Collected data entries
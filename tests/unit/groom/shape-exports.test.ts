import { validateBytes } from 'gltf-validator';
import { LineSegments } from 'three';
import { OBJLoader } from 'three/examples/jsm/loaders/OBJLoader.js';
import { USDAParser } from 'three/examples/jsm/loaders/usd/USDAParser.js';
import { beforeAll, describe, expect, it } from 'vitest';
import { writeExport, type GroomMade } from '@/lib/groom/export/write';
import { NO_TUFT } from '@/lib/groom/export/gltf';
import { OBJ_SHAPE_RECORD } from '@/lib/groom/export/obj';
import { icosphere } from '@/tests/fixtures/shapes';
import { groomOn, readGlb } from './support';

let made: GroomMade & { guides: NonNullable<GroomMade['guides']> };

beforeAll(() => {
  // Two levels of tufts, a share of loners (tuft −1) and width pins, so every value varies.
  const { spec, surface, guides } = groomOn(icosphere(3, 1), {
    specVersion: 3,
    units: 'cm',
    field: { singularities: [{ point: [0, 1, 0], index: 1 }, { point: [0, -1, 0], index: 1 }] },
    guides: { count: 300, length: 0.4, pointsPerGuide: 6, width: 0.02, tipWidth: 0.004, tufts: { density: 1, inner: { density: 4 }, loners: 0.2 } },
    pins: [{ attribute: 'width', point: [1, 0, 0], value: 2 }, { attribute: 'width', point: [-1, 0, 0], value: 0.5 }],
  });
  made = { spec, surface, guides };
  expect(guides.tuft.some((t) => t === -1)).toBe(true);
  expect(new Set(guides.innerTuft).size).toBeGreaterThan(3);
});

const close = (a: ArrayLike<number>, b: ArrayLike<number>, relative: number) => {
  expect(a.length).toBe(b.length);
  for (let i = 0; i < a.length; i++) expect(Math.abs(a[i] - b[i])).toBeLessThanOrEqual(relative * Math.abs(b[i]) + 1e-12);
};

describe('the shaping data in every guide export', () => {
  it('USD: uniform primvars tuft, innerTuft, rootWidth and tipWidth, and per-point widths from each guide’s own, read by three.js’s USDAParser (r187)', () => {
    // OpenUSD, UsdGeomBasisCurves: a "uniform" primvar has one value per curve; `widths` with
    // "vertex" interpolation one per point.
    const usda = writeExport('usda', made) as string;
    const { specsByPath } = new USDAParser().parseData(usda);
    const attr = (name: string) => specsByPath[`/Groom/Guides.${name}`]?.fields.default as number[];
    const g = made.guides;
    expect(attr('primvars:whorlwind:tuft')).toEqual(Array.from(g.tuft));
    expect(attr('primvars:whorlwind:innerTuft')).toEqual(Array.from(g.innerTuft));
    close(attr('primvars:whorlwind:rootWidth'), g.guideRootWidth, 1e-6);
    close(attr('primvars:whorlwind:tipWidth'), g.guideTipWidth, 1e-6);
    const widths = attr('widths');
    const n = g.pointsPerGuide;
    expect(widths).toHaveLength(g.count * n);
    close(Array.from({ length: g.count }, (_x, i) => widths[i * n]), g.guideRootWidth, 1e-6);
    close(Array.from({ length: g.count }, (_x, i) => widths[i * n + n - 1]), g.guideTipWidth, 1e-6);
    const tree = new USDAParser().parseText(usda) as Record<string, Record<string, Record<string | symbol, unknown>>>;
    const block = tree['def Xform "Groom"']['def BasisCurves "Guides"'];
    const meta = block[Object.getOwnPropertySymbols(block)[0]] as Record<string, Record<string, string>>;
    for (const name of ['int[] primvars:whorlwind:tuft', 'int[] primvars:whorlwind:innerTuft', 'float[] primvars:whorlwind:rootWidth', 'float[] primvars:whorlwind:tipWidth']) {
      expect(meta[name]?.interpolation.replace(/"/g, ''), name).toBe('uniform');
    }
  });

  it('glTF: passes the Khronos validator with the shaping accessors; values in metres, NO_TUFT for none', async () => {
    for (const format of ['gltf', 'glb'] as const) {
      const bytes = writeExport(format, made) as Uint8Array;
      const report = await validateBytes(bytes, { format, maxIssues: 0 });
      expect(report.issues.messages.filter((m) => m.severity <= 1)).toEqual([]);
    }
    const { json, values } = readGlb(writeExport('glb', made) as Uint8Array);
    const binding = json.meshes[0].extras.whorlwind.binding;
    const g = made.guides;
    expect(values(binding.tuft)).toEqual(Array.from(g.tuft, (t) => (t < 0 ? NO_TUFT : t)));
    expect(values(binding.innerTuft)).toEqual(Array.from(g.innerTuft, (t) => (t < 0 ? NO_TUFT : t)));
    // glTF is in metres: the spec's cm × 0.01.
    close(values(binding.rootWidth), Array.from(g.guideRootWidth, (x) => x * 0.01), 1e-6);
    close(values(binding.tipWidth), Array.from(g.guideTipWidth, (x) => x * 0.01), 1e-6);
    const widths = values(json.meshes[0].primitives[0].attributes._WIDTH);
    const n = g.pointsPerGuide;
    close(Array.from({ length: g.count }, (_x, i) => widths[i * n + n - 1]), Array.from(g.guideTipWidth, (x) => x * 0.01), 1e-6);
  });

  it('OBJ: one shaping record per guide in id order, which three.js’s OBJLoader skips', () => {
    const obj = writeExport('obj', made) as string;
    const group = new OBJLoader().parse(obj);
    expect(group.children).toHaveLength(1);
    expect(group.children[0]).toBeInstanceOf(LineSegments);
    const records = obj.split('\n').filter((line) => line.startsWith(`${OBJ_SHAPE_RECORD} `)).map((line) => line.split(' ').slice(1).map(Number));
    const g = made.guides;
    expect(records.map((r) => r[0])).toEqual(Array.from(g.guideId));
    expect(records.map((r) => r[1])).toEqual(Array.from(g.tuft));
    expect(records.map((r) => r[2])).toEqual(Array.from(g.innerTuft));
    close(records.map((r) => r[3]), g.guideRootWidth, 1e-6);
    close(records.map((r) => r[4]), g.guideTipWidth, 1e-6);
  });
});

THE TASK
Your answer must be the line containing "close(records.map((r) => r[3]), g.guideRootWidth, 1e-6);" and every line after it through the end of the records above, reproduced exactly and alone.

REPLY TO THE TASK
    close(records.map((r) => r[3]), g.guideRootWidth, 1e-6);
    close(records.map((r) => r[4]), g.guideTipWidth, 1e-6);
  });
});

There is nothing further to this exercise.